Base on all the wages for each individual, generate individual specific mean and standard deviations. Do this for three things, the wage variable, the savings variable, and the sum of wage and savings:

  1. Z=2: 2 columns, mean and standard deviation
  2. Q=3: 3 rows, statistics based on wage, savings, and the sum of both

First, here is the processing function that takes the dataframe as input, with a parameter for rounding:

# define function
ffi_subset_mean_sd <- function(df_sub, it_round=1) {
  #' A function that generates mean and sd for several variables
  #'
  #' @description
  #' Assume there are two variables in df_sub wage and savings
  #'
  #' @param df_sub dataframe where each individual row is a different 
  #' data point, over which we compute mean and sd, Assum there are two 
  #' variables, savings and wage
  #' @param it_round integer rounding for resulting dataframe
  #' @return a dataframe where each row is aggregate for a different type
  #' of variablea and each column is a different statistics
  
  fl_wage_mn = mean(df_sub$wage)
  fl_wage_sd = sd(df_sub$wage)
  
  fl_save_mn = mean(df_sub$savings)
  fl_save_sd = sd(df_sub$savings)
  
  fl_wgsv_mn = mean(df_sub$wage + df_sub$savings)
  fl_wgsv_sd = sd(df_sub$wage + df_sub$savings)  
  
  ar_mn <- c(fl_wage_mn, fl_save_mn, fl_wgsv_mn)
  ar_sd <- c(fl_wage_sd, fl_save_sd, fl_wgsv_sd)
  ar_st_row_lab <- c('wage', 'savings', 'wage_and_savings')
  
  mt_stats <- cbind(ar_mn, ar_sd)
  mt_stats <- round(mt_stats, it_round)
  
  ar_st_varnames <- c('mean', 'sd', 'variables')
  df_combine <- as_tibble(mt_stats) %>% 
    add_column(ar_st_row_lab) %>%
    rename_all(~c(ar_st_varnames)) %>%
    select(variables, 'mean', 'sd') %>%
    rowid_to_column(var = "id_q")
    
  return(df_combine)
}
# testing function
ffi_subset_mean_sd(df_panel_skeleton %>% filter(!!sym(svr_m)==1))
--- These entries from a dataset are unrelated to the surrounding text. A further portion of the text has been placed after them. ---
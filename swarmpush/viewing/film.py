"""A run with everything that moves in it, close enough in time to be looked at: recorded, or growing while it runs.

A film is made beside a run and never changes it: the body world is advanced from one place of the film to the next, and
its run is that of `simulate`, bit by bit.
"""

from __future__ import annotations

from dataclasses import dataclass, field
from functools import cached_property
from pathlib import Path
from time import perf_counter
from typing import NamedTuple

import numpy as np
import pandas as pd
from numpy.typing import NDArray

from swarmpush.draws import stream_keys
from swarmpush.dynamics.run import Run, load_run
from swarmpush.dynamics.simulation import Simulation
from swarmpush.dynamics.states import STATES
from swarmpush.kinematics.bounce import trace
from swarmpush.kinematics.boundary import REAR, boundary_of, surface_names
from swarmpush.kinematics.planning import Plan, plan
from swarmpush.program import EXACT, MEMORY, NOTES, compile_routine
from swarmpush.scenario import Scenario
from swarmpush.starts import draw_starts

FloatArray = NDArray[np.float64]
IntArray = NDArray[np.int64]

MOST_FRAMES = 20_000  # of a film; between them places are interpolated
LOOK_EVERY_S = 0.2  # of wall time, while a run is under way
LOOK_REST = 20.0  # times as long as it took to look
MOST_LEGS = 200_000  # of one pusher in the point world
STRIKE_COLUMNS = ["t_on_s", "t_off_s", "pusher", "x_m", "y_m", "impact_Ns", "lean_Ns"]
SPELL_COLUMNS = ["cause", "t_first_s", "t_last_s"]
UNKNOWN = -1  # state of a pusher in a run that is not over: whether it completes its lap lies ahead


class Frame(NamedTuple):
    """Where everything is at one time.

    blocks: (n_blocks, 3) x, y of the centre of mass in m and yaw in rad, the struck block first. pushers: (n, 3) x, y,
    heading. states: (n,) index into `STATES`, or `UNKNOWN`.
    """

    t_s: float
    blocks: FloatArray
    pushers: FloatArray
    states: IntArray


class Series(NamedTuple):
    """What is drawn over time, one item per frame, (k,) each.

    travel_m: of the block. n_leaning: pushers on the rear face. impulse_Ns: along the channel, of all pushers so far.
    """

    t_s: FloatArray
    travel_m: FloatArray
    n_leaning: FloatArray
    impulse_Ns: FloatArray


@dataclass
class Film:
    """A film. The arrays hold as many frames as there are so far.

    scenario, seed, plan: what is shown. times_s: (k,) increasing. blocks: (k, n_blocks, 3). pushers: (k, n, 3), with
    headings unwrapped. impulses_Ns: (k,). run: once it is over; None before, and in the point world.
    """

    scenario: Scenario
    seed: int
    plan: Plan
    times_s: FloatArray = field(default_factory=lambda: np.zeros(0))
    blocks: FloatArray = field(default_factory=lambda: np.zeros((0, 1, 3)))
    pushers: FloatArray = field(default_factory=lambda: np.zeros((0, 1, 3)))
    impulses_Ns: FloatArray = field(default_factory=lambda: np.zeros(0))
    run: Run | None = None
    is_point_world: bool = False

    @property
    def duration_s(self) -> float:
        """How far the film goes."""
        return float(self.times_s[-1])

    @property
    def is_complete(self) -> bool:
        """Whether nothing will be added."""
        return self.is_point_world or self.run is not None

    def frame(self, t_s: float) -> Frame:
        """Where everything is at a time, which is brought into the film's span; between frames in a straight line."""
        t = min(max(t_s, 0.0), self.duration_s)
        row = min(int(np.searchsorted(self.times_s, t, side="right")) - 1, len(self.times_s) - 1)
        after = min(row + 1, len(self.times_s) - 1)
        span = self.times_s[after] - self.times_s[row]
        share = (t - self.times_s[row]) / span if span > 0.0 else 0.0
        blocks, pushers = (a[row] + share * (a[after] - a[row]) for a in (self.blocks, self.pushers))
        return Frame(t, blocks, pushers, self._states(t))

    def trail(self, t_s: float, seconds: float) -> FloatArray:
        """Places of the pushers over the last seconds before a time, (k, n, 2) m, oldest first."""
        first, last = np.searchsorted(self.times_s, [t_s - seconds, t_s], side="right")
        return self.pushers[max(0, first - 1) : max(last, 1), :, :2]

    def strikes(self, begin_s: float, end_s: float) -> pd.DataFrame:
        """Strikes on the rear face that begin after the first time and not after the second, by time.

        Columns: t_on_s, t_off_s, pusher, x_m, y_m (of the pusher at the first touch), impact_Ns, lean_Ns.
        """
        found = self._all_strikes
        first, last = np.searchsorted(found["t_on_s"], [begin_s, end_s], side="right")
        return found.iloc[first:last]

    def series(self) -> Series:
        """What is drawn over time."""
        travel = self.blocks[:, 0, 0] - self.blocks[0, 0, 0]
        path = self._path
        leaning = np.interp(self.times_s, path["t_s"], path["n_leaning"]) if len(path) else np.zeros(len(self.times_s))
        return Series(self.times_s, travel, leaning, self.impulses_Ns)

    def spells(self) -> pd.DataFrame:
        """What kept the crew from pushing, by first time: cause, t_first_s, t_last_s; empty until the run is over."""
        if self.run is None:
            return pd.DataFrame(columns=SPELL_COLUMNS)
        found = self.run.failures
        return found[found["share"] > 0.0].sort_values("t_first_s", kind="stable")[SPELL_COLUMNS].reset_index(drop=True)

    @property
    def state_shares(self) -> FloatArray | None:
        """(k, n_states) share of the crew in each state at the times of `series`; None until the run is over."""
        return self._final_shares if self.run is not None else None

    @cached_property
    def _final_shares(self) -> FloatArray:
        times, states = self._state_rows
        rows = states[np.minimum(np.searchsorted(times, self.times_s, side="left"), len(times) - 1)]
        return np.stack([(rows == k).mean(axis=1) for k in range(len(STATES))], axis=1)

    @property
    def _path(self) -> pd.DataFrame:
        return self.run.block if self.run is not None else pd.DataFrame(columns=["t_s", "n_leaning"])

    @property
    def _all_strikes(self) -> pd.DataFrame:
        return self._final_strikes if self.run is not None else pd.DataFrame(columns=STRIKE_COLUMNS, dtype=np.float64)

    @cached_property
    def _final_strikes(self) -> pd.DataFrame:
        assert self.run is not None
        return self.run.strikes.sort_values("t_on_s", kind="stable")[STRIKE_COLUMNS].reset_index(drop=True)

    @cached_property
    def _state_rows(self) -> tuple[FloatArray, IntArray]:
        """Times of the run's path, and the state of each pusher there."""
        assert self.run is not None
        numbers = {name: k for k, name in enumerate(STATES)}
        states = np.array([numbers[name] for name in self.run.states], dtype=np.int64)
        return self.run.block["t_s"].to_numpy(), states.reshape(-1, self.scenario.pushers.count)

    def _states(self, t_s: float) -> IntArray:
        if self.run is None:
            return np.full(self.pushers.shape[1], UNKNOWN, dtype=np.int64)
        times, states = self._state_rows
        row = min(int(np.searchsorted(times, t_s, side="left")), len(times) - 1)  # a row tells of what came before it
        found: IntArray = states[row]
        return found


class LiveFilm(Film):
    """A film that grows while its run is under way.

    Arguments:
        scenario, seed: what to run. planned: its plan, worked out unless given.
    """

    def __init__(self, scenario: Scenario, seed: int | None = None, planned: Plan | None = None) -> None:
        self._simulation = Simulation(scenario, seed=seed)
        steps = round(scenario.goal.time_limit / self._simulation.steps.dt_s)
        self._stride = max(1, -(-steps // MOST_FRAMES))
        super().__init__(scenario, self._simulation.seed, planned or plan(scenario))
        n_frames = steps // self._stride + 3
        self._room = (
            np.zeros(n_frames),
            np.zeros((n_frames, len(scenario.blocks), 3)),
            np.zeros((n_frames, scenario.pushers.count, 3)),
            np.zeros(n_frames),
        )
        self._n_frames = 0
        self._look_next_s = 0.0
        self._strikes_so_far = pd.DataFrame(columns=STRIKE_COLUMNS, dtype=np.float64)
        self._path_so_far = pd.DataFrame(columns=["t_s", "n_leaning"])
        self._note()

    def advance(self, to_s: float, budget_s: float | None = None) -> None:
        """Let the run go on up to a time, or as long as the budget of wall time lasts; does nothing once it is over.

        Raises:
            RoutineError: see `Simulation.advance`.
        """
        deadline = perf_counter() + budget_s if budget_s is not None else None
        while self.run is None and self.duration_s < to_s:
            self._simulation.advance(self._stride)
            self._note()
            if self._simulation.is_over:
                self.run = self._simulation.run()
            if deadline is not None and perf_counter() > deadline:
                break

    def finish(self) -> Run:
        """Let the run go on to its end."""
        self.advance(np.inf)
        assert self.run is not None
        return self.run

    def _note(self) -> None:
        """Write a frame down."""
        times, blocks, pushers, impulses = self._room
        k, bodies = self._n_frames, self._simulation.bodies()
        times[k], blocks[k], pushers[k], impulses[k] = self._simulation.time_s, *bodies
        if k > 0:  # a heading goes the short way round from frame to frame
            turned = pushers[k, :, 2] - pushers[k - 1, :, 2]
            pushers[k, :, 2] -= 2 * np.pi * np.round(turned / (2 * np.pi))
        self._n_frames = n = k + 1
        self.times_s, self.blocks, self.pushers, self.impulses_Ns = times[:n], blocks[:n], pushers[:n], impulses[:n]

    @property
    def _path(self) -> pd.DataFrame:
        self._look()
        return super()._path if self.run is not None else self._path_so_far

    @property
    def _all_strikes(self) -> pd.DataFrame:
        self._look()
        return super()._all_strikes if self.run is not None else self._strikes_so_far

    def _look(self) -> None:
        """Bring what is told of the run up to date, a few times a second of wall time at most."""
        now = perf_counter()
        if self.run is not None or now < self._look_next_s:
            return
        visits = self._simulation.visits()
        on_rear = visits[(visits["surface"] == REAR) & (visits["pusher"] >= 0)]
        self._strikes_so_far = on_rear.sort_values("t_on_s", kind="stable")[STRIKE_COLUMNS].reset_index(drop=True)
        self._path_so_far = self._simulation.path()[["t_s", "n_leaning"]]
        # looking takes the longer, the more has happened; it must not take the time that the run needs
        self._look_next_s = now + max(LOOK_EVERY_S, LOOK_REST * (perf_counter() - now))


def record(scenario: Scenario, seed: int | None = None, planned: Plan | None = None) -> Film:
    """A film of a whole run.

    Arguments:
        scenario, seed, planned: see `LiveFilm`.
    """
    film = LiveFilm(scenario, seed, planned)
    film.finish()
    return film


def film_of_path(run: Run, planned: Plan) -> Film:
    """A film of a run's own path, whose frames lie as far apart as the rows of that."""
    s, path = run.scenario, run.block
    columns = [[f"{name}{tail}_{unit}" for name, unit in (("x", "m"), ("y", "m"), ("yaw", "rad"))]
               for tail in ("", *(f"_{k}" for k in range(2, len(s.blocks) + 1)))]  # fmt: skip
    blocks = np.stack([path[names].to_numpy(dtype=np.float64) for names in columns], axis=1)
    crew = run.pushers[["x_m", "y_m", "heading_rad"]].to_numpy(dtype=np.float64, copy=True)
    pushers = crew.reshape(len(path), s.pushers.count, 3)
    pushers[:, :, 2] = np.unwrap(pushers[:, :, 2], axis=0)
    return Film(s, run.seed, planned, path["t_s"].to_numpy(), blocks, pushers, np.zeros(len(path)), run)


def film_of(folder: Path) -> Film:
    """A film of a saved run, which is made again for that.

    Raises:
        ValueError: when the folder holds no run, or its run comes out otherwise now, as with other versions.
    """
    try:
        saved = load_run(folder)
    except (OSError, KeyError, ValueError, TypeError):
        raise ValueError(f"{folder} does not hold a whole run; make one with 'swarmpush run'") from None
    film = record(saved.scenario, saved.seed)
    assert film.run is not None
    if (film.run.travel_m, film.run.duration_s) != (saved.travel_m, saved.duration_s):
        raise ValueError(
            f"{folder}: the run comes out otherwise than it was saved, as it can with other versions; run it again"
        )
    return film


def point_film(scenario: Scenario, seed: int | None = None, planned: Plan | None = None) -> Film:
    """The same starts in the point world, as long as the time limit.

    Its pushers have neither mass nor errors and pass through each other; its block stands where it is.
    """
    s = scenario
    seed = s.trial.seed if seed is None else seed
    boundary, program = boundary_of(s), compile_routine(s.routine, surface_names(s))
    starts = draw_starts(s, seed)
    n_legs = int(min(MOST_LEGS, 1000 + 20 * s.goal.time_limit * s.pushers.free_speed / s.channel.width))
    times = np.linspace(0.0, s.goal.time_limit, MOST_FRAMES // 4)
    pushers = np.zeros((len(times), len(starts), 3))
    for i, (start, keys) in enumerate(zip(starts, stream_keys(seed, len(starts)), strict=True)):
        hits, surfaces = np.zeros((n_legs, 6)), np.zeros(n_legs, dtype=np.int64)
        n = trace(boundary, program, EXACT, 0.0, s.pushers.free_speed, keys, start, 0.0, hits, surfaces,
                  np.zeros(MEMORY, dtype=np.int64), np.zeros(NOTES))  # fmt: skip
        ends = np.concatenate([[0.0], np.cumsum(hits[:n, 5])])
        for axis in range(2):
            pushers[:, i, axis] = np.interp(times, ends, np.concatenate([[start[axis]], hits[:n, axis]]))
        leg = np.clip(np.searchsorted(ends, times, side="right") - 1, 0, max(0, n - 1))
        pushers[:, i, 2] = hits[leg, 2] if n else start[2]
    blocks = np.zeros((len(times), len(s.blocks), 3))
    centres = _centres(s)
    blocks[:, :, :2] = centres
    return Film(s, seed, planned or plan(s), times, blocks, pushers, np.zeros(len(times)), is_point_world=True)


def _centres(s: Scenario) -> FloatArray:
    """Where the blocks' centres of mass are at the start, (n_blocks, 2) m."""
    return Simulation(s, seed=0).bodies().blocks[:, :2]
Second, call ffi_subset_mean_sd function for each of the groups indexed by j and stack results together with j index:

  1. group by
  2. call function
  3. unnest
# run group stats and stack dataframes
df_outputs <- df_panel_skeleton %>% group_by(!!sym(svr_m)) %>%
  do(df_stats = ffi_subset_mean_sd(., it_round=2)) %>%
  unnest() %>%
  rowid_to_column(var = "id_mq")
# print
kable(df_outputs) %>% kable_styling_fc()
id_mq group_m id_q variables mean sd
1 1 1 wage 101.94 8.11
2 1 2 savings 203.28 42.33
3 1 3 wage_and_savings 305.22 34.83
4 2 1 wage 99.56 11.63
5 2 2 savings 178.01 10.34
6 2 3 wage_and_savings 277.56 15.48
7 3 1 wage 103.08 6.39
8 3 2 savings 196.52 37.86
9 3 3 wage_and_savings 299.60 33.50

In the resulting file, we went from a matrix with MxP rows to a matrix with MxQ Rows.